Implementation Spec for Issue #87

Objective

Make hero_shrimp resolve its Unix-socket directory using the same chain as every other Hero service by removing the XDG_RUNTIME_DIR branch from default_socket_dir(). After the fix, with HERO_SHRIMP_SOCKET_DIR and HERO_SOCKET_DIR unset and XDG_RUNTIME_DIR set, the resolved directory must be $HOME/hero/var/sockets/hero_shrimp (not /run/user/<uid>/hero_shrimp), restoring lab smoke-test compatibility.

Requirements

  • Remove the XDG_RUNTIME_DIR resolution branch from default_socket_dir().
  • New resolution order: HERO_SHRIMP_SOCKET_DIR -> HERO_SOCKET_DIR -> $HOME/hero/var/sockets/hero_shrimp -> /tmp/hero_shrimp.
  • Update the module-level doc comment to drop the XDG step and renumber.
  • Add/convert a regression test asserting that with HERO_SHRIMP_SOCKET_DIR and HERO_SOCKET_DIR unset but XDG_RUNTIME_DIR set, the resolved dir is $HOME/hero/var/sockets/hero_shrimp.
  • Keep the change minimal and surgical; no behavioral changes to other functions (socket_path, default_rpc_socket, etc.).

Files to Modify/Create

  • Modify: crates/hero_shrimp_types/src/paths.rs (only file touched — both source and tests live here)

Implementation Plan

Step 1: Remove the XDG branch from default_socket_dir()

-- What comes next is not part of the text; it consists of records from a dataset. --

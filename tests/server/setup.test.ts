import { spawn } from 'node:child_process';
import fs from 'node:fs';
import net, { type AddressInfo } from 'node:net';
import os from 'node:os';
import path from 'node:path';
import { arePackagesFresh, checkNode, checkRoom, wantedPort } from '@/server/bin/machine.mjs';
import { giveFile, takeFile } from '@/server/bin/oneAtATime.mjs';
import { readSecrets } from '@/server/bin/secrets.mjs';
import { sourceHash } from '@/server/bin/sourceHash.mjs';

const root = path.resolve(__dirname, '../..');
let folder: string;

beforeEach(() => {
  folder = fs.mkdtempSync(path.join(os.tmpdir(), 'inchwater-setup-'));
});

afterEach(() => fs.rmSync(folder, { recursive: true, force: true }));

/** npm start as a person runs it, until it ends. */
function runStart(env: Record<string, string>): Promise<{ code: number | null; said: string }> {
  return new Promise((resolve) => {
    const child = spawn(process.execPath, ['server/bin/start.mjs'], {
      cwd: root,
      env: { ...process.env, INCHWATER_DATA: folder, ...env },
    });
    let said = '';
    child.stdout.on('data', (chunk: Buffer) => (said += chunk.toString()));
    child.stderr.on('data', (chunk: Buffer) => (said += chunk.toString()));
    child.once('close', (code) => resolve({ code, said }));
  });
}

describe('npm start', () => {
  test('refuses a taken port with a sentence, before it has made anything', async () => {
    const other = net.createServer();
    await new Promise<void>((resolve) => other.listen(0, '127.0.0.1', resolve));
    const { port } = other.address() as AddressInfo;
    const { code, said } = await runStart({ PORT: String(port) });
    await new Promise((resolve) => other.close(resolve));
    expect(code).toBe(1);
    expect(said).toContain(`Port ${port} on 127.0.0.1 is taken`);
    expect(said).toMatch(/PORT=\d+ npm start/);
    expect(said).not.toMatch(/\n\s+at /);
    expect(fs.readdirSync(folder)).toEqual([]);
  });

  test('refuses a data folder that a living process uses, and says which process', async () => {
    expect(takeFile(path.join(folder, 'in-use'))).toBeNull();
    const { code, said } = await runStart({ PORT: String(await freePort()) });
    expect(code).toBe(1);
    expect(said).toContain(`already runs with the data folder ${folder} (process ${process.pid})`);
    expect(fs.readdirSync(folder)).toEqual(['in-use']);
  });

  test('refuses a port that is no port', async () => {
    const { code, said } = await runStart({ PORT: '30x0' });
    expect(code).toBe(1);
    expect(said).toContain('PORT is "30x0"');
  });
});

function freePort(): Promise<number> {
  return new Promise((resolve) => {
    const probe = net.createServer();
    probe.listen(0, '127.0.0.1', () => {
      const { port } = probe.address() as AddressInfo;
      probe.close(() => resolve(port));
    });
  });
}

describe('the hash of the sources', () => {
  const hash = () => sourceHash(folder, ['app', 'one.json', 'not-there']);

  beforeEach(() => {
    fs.mkdirSync(path.join(folder, 'app/inner'), { recursive: true });
    fs.writeFileSync(path.join(folder, 'app/inner/a.ts'), 'a');
    fs.writeFileSync(path.join(folder, 'one.json'), '1');
  });

  test('stays when nothing changed', () => expect(hash()).toBe(hash()));

  test('changes with a content, a name, and a new file', () => {
    const seen = new Set([hash()]);
    fs.writeFileSync(path.join(folder, 'app/inner/a.ts'), 'b');
    seen.add(hash());
    fs.renameSync(path.join(folder, 'app/inner/a.ts'), path.join(folder, 'app/inner/b.ts'));
    seen.add(hash());
    fs.writeFileSync(path.join(folder, 'app/c.ts'), '');
    seen.add(hash());
    expect(seen.size).toBe(4);
  });

  test('is blind to generated files, which follow from the others', () => {
    const before = hash();
    fs.writeFileSync(path.join(folder, 'app/build.gen.ts'), 'x');
    expect(hash()).toBe(before);
  });
});

describe('secrets', () => {
  test('are made once, all different, readable by this user only', () => {
    const first = readSecrets(folder);
    const { adminPassword, ownerPassword, appPassword, jwtSecret } = first;
    expect(new Set([adminPassword, ownerPassword, appPassword, jwtSecret]).size).toBe(4);
    expect(Math.min(...Object.values(first).map((one) => one.length))).toBeGreaterThanOrEqual(43);
    expect(fs.statSync(path.join(folder, 'secrets.json')).mode & 0o777).toBe(0o600);
    expect(readSecrets(folder)).toEqual(first);
  });

  test('keep what is there when a new one is added', () => {
    fs.writeFileSync(
      path.join(folder, 'secrets.json'),
      JSON.stringify({ appPassword: 'kept', later: 'kept too' }),
    );
    expect(readSecrets(folder).appPassword).toBe('kept');
    const file = JSON.parse(fs.readFileSync(path.join(folder, 'secrets.json'), 'utf8'));
    expect(file).toMatchObject({ appPassword: 'kept', later: 'kept too' });
  });
});

describe('a file that says who is at work', () => {
  const file = () => path.join(folder, 'lock');

  test('is refused while its process lives, and taken over when it is gone', async () => {
    const holder = spawn(process.execPath, [
      '--input-type=module',
      '-e',
      `import { takeFile } from ${JSON.stringify(path.join(root, 'server/bin/oneAtATime.mjs'))};
       takeFile(${JSON.stringify(file())}); console.log('taken'); setInterval(() => {}, 1000);`,
    ]);
    await new Promise((resolve) => holder.stdout.once('data', resolve));
    expect(takeFile(file())).toBe(holder.pid);
    const gone = new Promise((resolve) => holder.once('exit', resolve));
    holder.kill('SIGKILL');
    await gone;
    expect(takeFile(file())).toBeNull();
    giveFile(file());
    expect(fs.existsSync(file())).toBe(false);
  });

  test('of a process whose number now belongs to another one is taken over', () => {
    fs.writeFileSync(file(), `${process.ppid} 1`);
    expect(takeFile(file())).toBeNull();
  });
});

describe('the machine', () => {
  test('needs Node 20.19 or newer', () => {
    for (const good of ['20.19.0', '20.20.2', '22.0.0']) expect(() => checkNode(good)).not.toThrow();
    for (const old of ['20.18.3', '18.20.0', '9.0.0']) expect(() => checkNode(old)).toThrow(`this is ${old}`);
  });

  test('needs room on the disk, and says how much', () => {
    expect(() => checkRoom(folder, 1)).not.toThrow();
    expect(() => checkRoom(folder, 1e12)).toThrow(/Only \d+ MB are free in .*1000000000000 MB are needed/);
  });

  test('takes a port from 1 to 65535', () => {
    expect(wantedPort('8080')).toBe(8080);
    for (const wrong of ['0', '65536', '-1', '3000.5', ' 80', 'web'])
      expect(() => wantedPort(wrong)).toThrow('PORT is');
  });

  test('has fresh packages when every needed one is there in the version of the lock', () => {
    const lock = {
      packages: {
        '': {},
        'node_modules/a': { version: '1.0.0' },
        'node_modules/b': { version: '2.0.0', optional: true },
      },
    };
    const installed = (version: string) => ({ packages: { 'node_modules/a': { version } } });
    expect(arePackagesFresh(lock, installed('1.0.0'))).toBe(true);
    expect(arePackagesFresh(lock, installed('1.0.1'))).toBe(false);
    expect(arePackagesFresh(lock, { packages: {} })).toBe(false);
    expect(arePackagesFresh(lock, null)).toBe(false);
  });
});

Files: crates/hero_shrimp_types/src/paths.rs

  • Delete the // XDG runtime dir comment plus the if let Ok(xdg) = std::env::var("XDG_RUNTIME_DIR") ... block that returns PathBuf::from(xdg).join(COMPONENT).
  • Leave the HERO_SOCKET_DIR block immediately followed by the HOME Hero-standard block.

Dependencies: none

Step 2: Update the module doc comment to reflect the new chain

Files: crates/hero_shrimp_types/src/paths.rs

  • Remove the //! 3. $XDG_RUNTIME_DIR/hero_shrimp doc line and renumber so $HOME/hero/var/sockets/hero_shrimp becomes step 3 and /tmp/hero_shrimp becomes step 4.

Dependencies: Step 1

Step 3: Convert the obsolete XDG test into the regression test

Files: crates/hero_shrimp_types/src/paths.rs

  • The existing test xdg_runtime_dir_used_when_socket_dir_unset currently asserts the resolved path is under /run/user/<uid>/; this assertion now fails.
  • Rename it (e.g. xdg_runtime_dir_ignored_falls_back_to_hero_standard) and change the expectation to assert default_socket_dir() returns $HOME/hero/var/sockets/hero_shrimp while XDG_RUNTIME_DIR is set and HERO_SOCKET_DIR unset.
  • Reuse the existing with_env helper and ENV_LOCK mutex pattern exactly (no new crate, no #[serial] attribute).
  • Keep all other tests unchanged.

Dependencies: Step 1

Acceptance Criteria

  • default_socket_dir() contains no reference to XDG_RUNTIME_DIR.
  • With HERO_SHRIMP_SOCKET_DIR and HERO_SOCKET_DIR unset, XDG_RUNTIME_DIR=/run/user/1000, HOME=/home/op: default_socket_dir() == /home/op/hero/var/sockets/hero_shrimp and default_rpc_socket() == /home/op/hero/var/sockets/hero_shrimp/rpc.sock.
  • Resolution order matches siblings: HERO_SHRIMP_SOCKET_DIR -> HERO_SOCKET_DIR -> $HOME/hero/var/sockets -> /tmp.
  • cargo test -p hero_shrimp_types passes (no remaining test asserts an XDG-based path).
  • cargo build / cargo clippy clean; module doc comment matches actual behavior.
  • No other files changed; no new dependencies added.

Notes

  • Env-var tests are process-global and not thread-safe. The file already handles this with a module-static ENV_LOCK: Mutex<()> and a with_env helper that snapshots and restores prior values. Continue using that pattern; do not introduce the serial_test crate. std::env::set_var/remove_var are wrapped in unsafe blocks (Rust 2024 edition), already present in the helper.
  • The fix is confined to one crate: XDG_RUNTIME_DIR is referenced only in crates/hero_shrimp_types/src/paths.rs. No callers elsewhere depend on the XDG behavior.
  • Sibling convention confirmed: hero_proc_sdk/hero_aibroker resolve via HERO_SOCKET_DIR -> $HOME/hero/var/sockets -> /tmp with no XDG step. This change aligns hero_shrimp with that convention (it does not adopt a shared helper, which would be a larger refactor out of scope here).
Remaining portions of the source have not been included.